E é este o grande trunfo de Miller: ele escolhe como
narrador sem credibilidade um dos narradores mais dotados
de credibilidade já conhecidos. E essa rubrica é estética:
a credibilidade de Capote vem do fato de ele narrar
verdades como lendas, como se mentiras fossem. E a câmera
está lá, ao lado dele. O diretor sabe que diante dos
olhos o que a câmera mostra é tomado como o real. E
denuncia isso o tempo todo, não apontando o dedo, e
sim mostrando que toda ética corresponde a uma estética.
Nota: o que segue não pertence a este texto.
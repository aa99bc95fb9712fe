// Types shared by fitting (fit.ts, which needs ml-matrix) and by prediction (predict.ts, which
// must not), so the phone's estimate screen can use a stored Fit without the matrix library.

export const MODELS = ['linear', 'power', 'exponential', 'quadratic'] as const;
export type ModelKind = (typeof MODELS)[number];

export interface CalibrationPoint {
  x: number;
  y: number;
}

/**
 * A fitted calibration as plain JSON: store it, send it, JSON.parse it, and predict() gives the same
 * numbers. x is mean main shoot length (cm) and y oven-dry shoot biomass (kg/ha) when used as a
 * Crowntip calibration, but fitting itself is unit-agnostic (the NIST checks use other units).
 *
 * Models and coefficient order (raw parameterisation, as reported):
 * - linear       y = a + b·x              coefficients [a, b]
 * - quadratic    y = a + b·x + c·x²       coefficients [a, b, c]
 * - power        y = a·x^b · CF           coefficients [a, b]   fitted as ln y = ln a + b·ln x
 * - exponential  y = a·e^(b·x) · CF       coefficients [a, b]   fitted as ln y = ln a + b·x
 * CF is `biasCorrection` (1 for the linear-scale models).
 */
export interface Fit {
  schema: 1;
  model: ModelKind;
  n: number;
  /** Residual degrees of freedom, n − number of coefficients. */
  df: number;
  coefficients: number[];
  /** The coefficients of the regression actually fitted: [ln a, b] for the log models, else = coefficients. */
  fittedScaleCoefficients: number[];
  /** Standard errors of fittedScaleCoefficients (so of ln a, not a, for the log models). */
  standardErrors: number[];
  /** R² of the fitted regression (on the log scale for the log models, so not comparable across scales). */
  rSquared: number;
  /** √(SSE/df) of the fitted regression (log scale for the log models). */
  residualStdError: number;
  /** Leave-one-out cross-validated RMSE in original y units; null when a point has leverage 1. */
  looRmse: number | null;
  xRange: [number, number];
  yRange: [number, number];
  /**
   * Back-transformation bias correction for the log models: Duan's (1983) smearing estimate
   * mean(exp(residual)). Chosen over the lognormal exp(s²/2) because it does not assume the log
   * residuals are normal (field calibrations often have skewed or heavy-tailed scatter) and it equals
   * exp(s²/2) when they are. 1 for linear and quadratic.
   */
  biasCorrection: number;
  biasCorrectionMethod: 'none' | 'smearing';
  /**
   * The centred, scaled basis the least squares was solved in: t = x (or ln x for power),
   * u = (t − centre)/scale, design row [1, u] or [1, u, u²]. covUnscaled is (Z'Z)⁻¹ in that basis;
   * the parameter covariance is residualStdError² · covUnscaled. Intervals are computed in this
   * basis because raw x², x⁴ products would lose digits (NIST Pontius has x up to 3·10⁶).
   */
  basis: { centre: number; scale: number };
  /**
   * The coefficients in that basis (y, or ln y, = γ0 + γ1·u (+ γ2·u²)). The quadratic predicts from
   * these: the raw a + b·x + c·x² cancels digits when x is far from 0. Absent in fits stored before
   * it was added; those predict from the raw coefficients.
   */
  centredCoefficients?: number[];
  covUnscaled: number[][];
  /** Human-readable equation, e.g. "y = 0.8105 · x^1.775 × 1.024". */
  equation: string;
}

export function paramCount(model: ModelKind): number {
  return model === 'quadratic' ? 3 : 2;
}

export function isLogModel(model: ModelKind): boolean {
  return model === 'power' || model === 'exponential';
}
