import jStat from 'jstat';
import { CalcError } from './errors';
import { requireLevel } from './validate';

/*
 * Student's t quantiles come from jstat (studentt.inv, accurate to about 1e-8 relative, far below
 * what any figure here is shown to). Two-sided critical values are memoised per (df, level):
 * an estimate on the phone asks for the same one or two values after every plant entered, and the
 * inverse costs microseconds while a Map lookup costs nanoseconds.
 */
const cache = new Map<string, number>();
const CACHE_LIMIT = 4096; // a bound, so a long-lived server cannot grow it without end

/** Lower-tail quantile: P(T ≤ q) = p for T ~ t(df). */
export function tQuantile(p: number, df: number): number {
  if (typeof p !== 'number' || !(p > 0 && p < 1)) {
    throw new CalcError('bad_level', 'The probability must be between 0 and 1.', 'p');
  }
  if (typeof df !== 'number' || !Number.isFinite(df) || df < 1) {
    throw new CalcError('too_few_points', 'The t distribution needs at least 1 degree of freedom.', 'df');
  }
  return jStat.studentt.inv(p, df);
}

/** Two-sided critical value t such that P(|T| ≤ t) = level. Memoised. */
export function tCritical(level: number, df: number): number {
  requireLevel(level);
  const key = `${df}|${level}`;
  const hit = cache.get(key);
  if (hit !== undefined) return hit;
  const v = tQuantile((1 + level) / 2, df);
  if (cache.size >= CACHE_LIMIT) cache.clear();
  cache.set(key, v);
  return v;
}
A cumplicidade também é estabelecida por outro jogo
de relações, o entre Capote e Harper Lee, a assistente
de pesquisa que, ao longo da história, conquista sucesso
com sua luz própria e passa ao lugar de “apenas amiga”.
É dela que extraímos a impressão de que as falas dele
são falseamentos. O olhar dela flerta com o espectador.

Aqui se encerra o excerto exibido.